Case-Brief Style Guide
A case brief is a short, structured summary of a single court decision. The goal is one page (~1,200 words) that a non-lawyer can read in ten minutes and come away with a real grasp of what the court decided, why, and why it still matters.
Standard structure
Every brief in this library follows the same seven sections, in this order:
1. Parties and caption
Formal case name, citation, court, and year. Also: who the parties actually were (not just the caption — "Linda Brown was an 8-year-old in Topeka" is more useful than "Brown, plaintiff").
2. Facts
What happened before the case got to court. Plain chronological narrative. Write this so a reader who has never heard of the case can follow.
3. Question presented
The specific legal question the court was asked to decide. Phrased as a single sentence, usually starting "Whether..."
4. Holding
What the court decided. The vote count (e.g., 9-0, 5-4) and the author of the majority opinion. This is the part that binds lower courts.
5. Reasoning
Why the court decided what it did. This is usually the longest section. Walk through the majority's argument, citing specific passages by page where useful. If there are important concurrences, note them.
6. Dissent
If any. A dissent is sometimes more influential than the majority opinion (Harlan's dissent in Plessy was vindicated by Brown sixty years later). Include if the dissent is substantive, skip if it's mechanical.

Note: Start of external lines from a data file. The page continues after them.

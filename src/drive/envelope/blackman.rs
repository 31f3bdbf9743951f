//! 0.42 - 0.5 cos(2 pi t/L) + 0.08 cos(4 pi t/L) (R. B. Blackman and J. W. Tukey, The Measurement of Power Spectra (1958)).
//!
//! With s = sin^2(pi t/L) this is 0.36 s + 0.64 s^2: no digits are lost at the ends, where it is 0.

use std::sync::Arc;

use super::raised_cosine::sine_squared;
use super::{Curve, Parameters, Pieces, ShapeFault};

#[derive(Debug)]
struct Blackman {
    length_s: f64,
}

/// Reads `length`.
pub(super) fn build(parameters: &Parameters) -> Result<Arc<dyn Curve>, ShapeFault> {
    Ok(Arc::new(Blackman { length_s: parameters.length()? }))
}

impl Curve for Blackman {
    fn at(&self, t_s: f64) -> f64 {
        let (s, _) = sine_squared(t_s, self.length_s);
        s * (0.36 + 0.64 * s)
    }

    fn slope(&self, t_s: f64) -> f64 {
        let (s, slope) = sine_squared(t_s, self.length_s);
        slope * (0.36 + 1.28 * s)
    }

    fn length_s(&self) -> f64 {
        self.length_s
    }

    fn area_s(&self) -> f64 {
        0.42 * self.length_s
    }

    fn largest(&self) -> f64 {
        1.0
    }

    fn pieces(&self) -> Pieces {
        Pieces::Smooth { kinks_s: Arc::from([]) }
    }
}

7. Significance and later citations
Why the case still matters. What later decisions have relied on it, limited it, or expanded it. Where it sits in the broader constitutional arc. Be precise about what the case does and does not stand for — a common misuse of citations is to invoke a case for a proposition it didn't actually establish.
Style
Plain prose. No footnotes — cite inline ("as the Court wrote at 165"). Quote the actual opinion where the language is the point; paraphrase where it isn't. Skip citation-puffery: we are aiming at readers who want to learn, not to be impressed.
Technical terms that appear in the brief should either be defined inline on first use or linked to glossary.md.

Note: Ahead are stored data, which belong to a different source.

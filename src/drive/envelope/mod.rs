//! Envelopes: real functions of the time since the start of their pulse, whose largest value is 1 where the formula has no
//! size of its own. One file per family; [`build`] is the table.

use std::fmt::Debug;
use std::sync::Arc;

/// How a curve is cut into stretches that a method can take whole.
#[derive(Debug, Clone, PartialEq)]
pub enum Pieces {
    /// One value from start to end.
    Constant(f64),
    /// Held values: `values[k]` from `starts_s[k]` to the next start (the last one to the end); `starts_s[0]` is 0.
    Held {
        /// Start of each value, s.
        starts_s: Arc<[f64]>,
        /// The values.
        values: Arc<[f64]>,
    },
    /// Smooth between the kinks, which are ascending times strictly inside the pulse, s.
    Smooth {
        /// Times at which the curve or one of its derivatives jumps.
        kinks_s: Arc<[f64]>,
    },
}

/// A real envelope; `t_s` runs from 0 to [`Curve::length_s`], outside it is not asked for.
pub trait Curve: Debug + Send + Sync {
    /// Value at `t_s` (no dimension).
    fn at(&self, t_s: f64) -> f64;
    /// d/dt of the value, 1/s; at a kink the one-sided value from the right.
    fn slope(&self, t_s: f64) -> f64;
    /// How long the pulse lasts, s.
    fn length_s(&self) -> f64;
    /// Signed integral of the value from start to end, s.
    fn area_s(&self) -> f64;
    /// Integral of the same curve and peak without the cut, s (the same as the area where nothing is cut).
    fn uncut_area_s(&self) -> f64 {
        self.area_s()
    }
    /// Largest modulus of the value.
    fn largest(&self) -> f64;
    /// Where it is constant, held or smooth.
    fn pieces(&self) -> Pieces;
}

Every brief ends with a Sources block listing the primary source (court opinion) with a permalink (Justia, Oyez, or official US Reports PDF on SupremeCourt.gov). That entry also goes into sources/citation_index.md.
What counts as a "landmark"
A landmark case is one that: (a) announced a significant constitutional or statutory rule, (b) has been repeatedly cited in later decisions, and (c) is impossible to understand American civic practice without. Not every important case is a landmark — many are important but narrow. The library is for the landmarks.
Current briefs
- Marbury v. Madison (1803) — judicial review
- McCulloch v. Maryland (1819) — implied powers, state taxation of federal instrumentalities
- Brown v. Board of Education (1954) — equal protection
- Cooper v. Aaron (1958) — constitutional supremacy + state resistance
- Miranda v. Arizona (1966) — Fifth Amendment + custodial interrogation
- Arizona v. United States (2012) — federal preemption of state immigration enforcement
Queued
See ../index.md for the full queue.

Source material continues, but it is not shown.